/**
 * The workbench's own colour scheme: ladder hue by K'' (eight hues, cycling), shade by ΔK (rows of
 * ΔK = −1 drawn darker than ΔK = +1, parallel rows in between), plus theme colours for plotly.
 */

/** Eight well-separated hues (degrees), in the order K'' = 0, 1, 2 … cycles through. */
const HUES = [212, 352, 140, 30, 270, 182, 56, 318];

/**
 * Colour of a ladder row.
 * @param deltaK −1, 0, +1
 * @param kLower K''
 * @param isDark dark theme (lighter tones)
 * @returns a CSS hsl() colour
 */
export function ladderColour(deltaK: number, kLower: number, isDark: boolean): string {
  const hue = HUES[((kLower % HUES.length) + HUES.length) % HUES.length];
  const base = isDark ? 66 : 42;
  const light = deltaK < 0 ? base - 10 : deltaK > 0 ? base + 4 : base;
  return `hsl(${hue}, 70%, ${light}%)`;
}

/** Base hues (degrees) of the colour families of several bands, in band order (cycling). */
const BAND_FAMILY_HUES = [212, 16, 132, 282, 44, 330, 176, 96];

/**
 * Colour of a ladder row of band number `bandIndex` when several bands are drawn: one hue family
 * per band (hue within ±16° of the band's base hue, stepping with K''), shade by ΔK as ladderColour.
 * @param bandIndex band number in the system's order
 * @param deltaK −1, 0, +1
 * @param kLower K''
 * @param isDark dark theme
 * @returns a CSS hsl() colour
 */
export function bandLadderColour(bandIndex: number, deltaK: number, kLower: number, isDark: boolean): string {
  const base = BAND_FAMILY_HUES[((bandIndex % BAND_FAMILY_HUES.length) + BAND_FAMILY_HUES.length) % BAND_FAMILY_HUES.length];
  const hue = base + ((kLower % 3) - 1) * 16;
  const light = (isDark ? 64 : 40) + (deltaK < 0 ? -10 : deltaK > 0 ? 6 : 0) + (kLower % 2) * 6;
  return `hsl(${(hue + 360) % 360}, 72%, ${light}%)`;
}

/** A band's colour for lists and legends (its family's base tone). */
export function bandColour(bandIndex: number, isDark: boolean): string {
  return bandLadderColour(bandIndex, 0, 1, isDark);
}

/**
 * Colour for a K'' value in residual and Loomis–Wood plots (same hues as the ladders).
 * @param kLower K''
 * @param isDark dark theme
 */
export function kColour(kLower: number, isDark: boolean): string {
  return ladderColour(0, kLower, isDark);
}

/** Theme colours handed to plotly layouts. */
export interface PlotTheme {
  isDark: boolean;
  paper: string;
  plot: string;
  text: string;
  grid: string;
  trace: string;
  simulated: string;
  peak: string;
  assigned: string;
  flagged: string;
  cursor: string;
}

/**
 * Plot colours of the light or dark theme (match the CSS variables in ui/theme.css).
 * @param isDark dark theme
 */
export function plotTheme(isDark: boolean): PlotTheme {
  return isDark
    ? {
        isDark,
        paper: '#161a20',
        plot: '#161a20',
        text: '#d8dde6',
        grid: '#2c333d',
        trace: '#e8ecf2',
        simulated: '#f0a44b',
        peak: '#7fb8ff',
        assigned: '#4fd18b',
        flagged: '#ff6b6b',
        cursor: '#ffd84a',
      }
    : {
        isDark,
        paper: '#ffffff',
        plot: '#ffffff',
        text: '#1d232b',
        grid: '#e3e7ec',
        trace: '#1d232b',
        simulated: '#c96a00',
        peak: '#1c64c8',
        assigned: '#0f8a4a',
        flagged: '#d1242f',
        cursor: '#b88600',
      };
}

### TASK OBJECTIVE
Find each line in the data above with the word "bandLadderColour", then copy it.

### ANSWER FOR THIS EXERCISE
export function bandLadderColour(bandIndex: number, deltaK: number, kLower: number, isDark: boolean): string {
  return bandLadderColour(bandIndex, 0, 1, isDark);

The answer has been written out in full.